"""Unit tests of pockmark.environment.orbit: circular speed, focusing and Earth shielding."""

import numpy as np
import pytest

from pockmark.environment.orbit import (
    circular_speed,
    earth_shielding_factor,
    earth_shielding_half_angle,
    focusing_factor_nasa,
)
from pockmark.errors import InputError


# Computed values [B] of environment.md §3.2 (μ = 398600.4418 km³ s⁻², R_E = 6378.137 km),
# printed to 4 decimals: tolerance half a unit of the last digit.
@pytest.mark.parametrize(
    "altitude, speed",
    [(300, 7.7258), (400, 7.6686), (500, 7.6126), (800, 7.4518), (1000, 7.3501)],
)
def test_circular_speed_computed_table(altitude, speed):
    assert circular_speed(altitude) == pytest.approx(speed, abs=5e-5)


# Published [A]: spaceacademy.net.au tutorial "Collision velocity in LEO" (environment.md §3.1),
# printed to 2 decimals. The tutorial's values follow from a mean Earth radius of 6371 km rather
# than the equatorial 6378.137 km, which shifts v_c by up to 0.004 km/s, hence 0.01 km/s.
@pytest.mark.parametrize("altitude, speed", [(300, 7.73), (500, 7.62), (700, 7.51), (900, 7.40)])
def test_circular_speed_published_values(altitude, speed):
    assert circular_speed(altitude) == pytest.approx(speed, abs=1e-2)


def test_head_on_limit_below_published_maximum():
    # 2 v_c = 15.337 km/s at 400 km (environment.md §3.2 [B]); ECSS-E-ST-10-04C Annex
    # J.2.2.1.3 gives debris impact speeds "from 0 to about 15.5 km/s".
    assert 2 * circular_speed(400) == pytest.approx(15.337, abs=5e-4)
    assert 2 * circular_speed(400) < 15.5


def test_circular_speed_scalar_and_array():
    assert isinstance(circular_speed(400.0), float)
    out = circular_speed(np.array([[300.0, 400.0]]))
    assert out.shape == (1, 2)
    assert np.all(np.diff(out) < 0)


@pytest.mark.parametrize("bad", [0.0, -10.0, np.nan, np.inf])
def test_circular_speed_rejects_bad_altitude(bad):
    with pytest.raises(InputError, match="altitude"):
        circular_speed(bad)


# environment.md §2.3 table [B] (R_E = 6378 km; the 0.137 km difference of EARTH_RADIUS moves sf
# by < 2e-6): η to 2 decimals of a degree, sf to 5 decimals.
@pytest.mark.parametrize(
    "altitude, eta, sf",
    [
        (300, 75.94, 0.62145),
        (400, 72.89, 0.64711),
        (500, 70.36, 0.66803),
        (800, 64.49, 0.71537),
        (1000, 61.40, 0.73932),
        (35786, 8.84, 0.99406),
    ],
)
def test_earth_shielding_table(altitude, eta, sf):
    assert earth_shielding_half_angle(altitude) == pytest.approx(eta, abs=5e-3)
    assert earth_shielding_factor(altitude) == pytest.approx(sf, abs=1e-5)


def test_earth_shielding_limits():
    # sf → 1/2 just above the atmosphere allowance and → 1 far away.
    assert earth_shielding_factor(100.001) == pytest.approx(0.5, abs=1e-3)
    assert earth_shielding_factor(1e9) == pytest.approx(1.0, abs=1e-6)


@pytest.mark.parametrize("bad", [100.0, 50.0, -1.0, np.nan])
def test_earth_shielding_rejects_altitude_inside_atmosphere(bad):
    with pytest.raises(InputError, match="greater than 100"):
        earth_shielding_half_angle(bad)


def test_focusing_factor_nasa():
    # G_E = 1 + 6478/6778 = 1.9557 at 400 km (environment.md §2.2 [B], simplified NASA form).
    assert focusing_factor_nasa(400) == pytest.approx(1.9557, abs=5e-5)
    # → 2 at the 100 km allowance, → 1 far away.
    assert focusing_factor_nasa(100.0) == pytest.approx(2.0)
    assert focusing_factor_nasa(1e9) == pytest.approx(1.0, abs=1e-5)
    assert focusing_factor_nasa([400.0, 800.0]).shape == (2,)


# ---------------------------------------------------------------- escape speed, ECSS focusing


def test_escape_speed_values():
    from pockmark.environment.orbit import escape_speed

    # environment.md §3.2 [B]: 10.845 km/s at 400 km and 11.093 km/s at 100 km (printed to
    # 3 decimals; the note used μ = 398600 km³ s⁻², R_E = 6378 km, here 398600.4418 and
    # 6378.137, which shifts the 4th digit): tolerance 1e-3 km/s.
    assert escape_speed(400.0) == pytest.approx(10.845, abs=1e-3)
    assert escape_speed(100.0) == pytest.approx(11.093, abs=1e-3)
    # exact relation to the circular speed
    assert escape_speed(400.0) == pytest.approx(np.sqrt(2) * circular_speed(400.0), rel=1e-15)


@pytest.mark.parametrize("bad", [0.0, -1.0, np.nan, np.inf])
def test_focusing_factor_ecss_rejects_bad_speed(bad):
    from pockmark.environment.orbit import focusing_factor_ecss

    with pytest.raises(InputError, match="free_space_speed"):
        focusing_factor_ecss(400.0, bad)


def test_focusing_factor_ecss_broadcasts():
    from pockmark.environment.orbit import focusing_factor_ecss

    out = focusing_factor_ecss(np.array([[400.0], [800.0]]), np.array([15.0, 20.0, 30.0]))
    assert out.shape == (2, 3)
    assert np.all(np.diff(out, axis=1) < 0) and np.all(np.diff(out, axis=0) < 0)
    assert isinstance(focusing_factor_ecss(400.0, 20.0), float)


@pytest.mark.parametrize(
    "perigee, apogee, samples, match",
    [(400.0, 300.0, 8, "apogee_altitude"), (0.0, 300.0, 8, "altitude"),
     (400.0, np.nan, 8, "apogee_altitude"), (400.0, 500.0, 0, "samples"),
     (400.0, 500.0, 2.0, "samples")],
)
def test_elliptical_orbit_samples_errors(perigee, apogee, samples, match):
    from pockmark.environment.orbit import elliptical_orbit_samples

    with pytest.raises(InputError, match=match):
        elliptical_orbit_samples(perigee, apogee, samples)


@pytest.mark.parametrize("samples", [1, 2, 3, 8, 9])
def test_elliptical_orbit_samples_shape(samples):
    from pockmark.environment.orbit import elliptical_orbit_samples

    nu, altitude, fraction = elliptical_orbit_samples(300.0, 2000.0, samples)
    assert len(nu) == len(altitude) == len(fraction) == samples // 2 + 1
    assert nu[0] == 0.0 and altitude[0] == 300.0
    assert np.all((altitude >= 300.0) & (altitude <= 2000.0))
    assert np.all(np.diff(altitude) > 0)
    assert fraction.sum() == pytest.approx(1.0, abs=1e-15)
    if samples % 2 == 0:
        assert nu[-1] == 180.0 and altitude[-1] == 2000.0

--

Pull out each line of the entries that contains "shifts".

# than the equatorial 6378.137 km, which shifts v_c by up to 0.004 km/s, hence 0.01 km/s.
    # 6378.137, which shifts the 4th digit): tolerance 1e-3 km/s.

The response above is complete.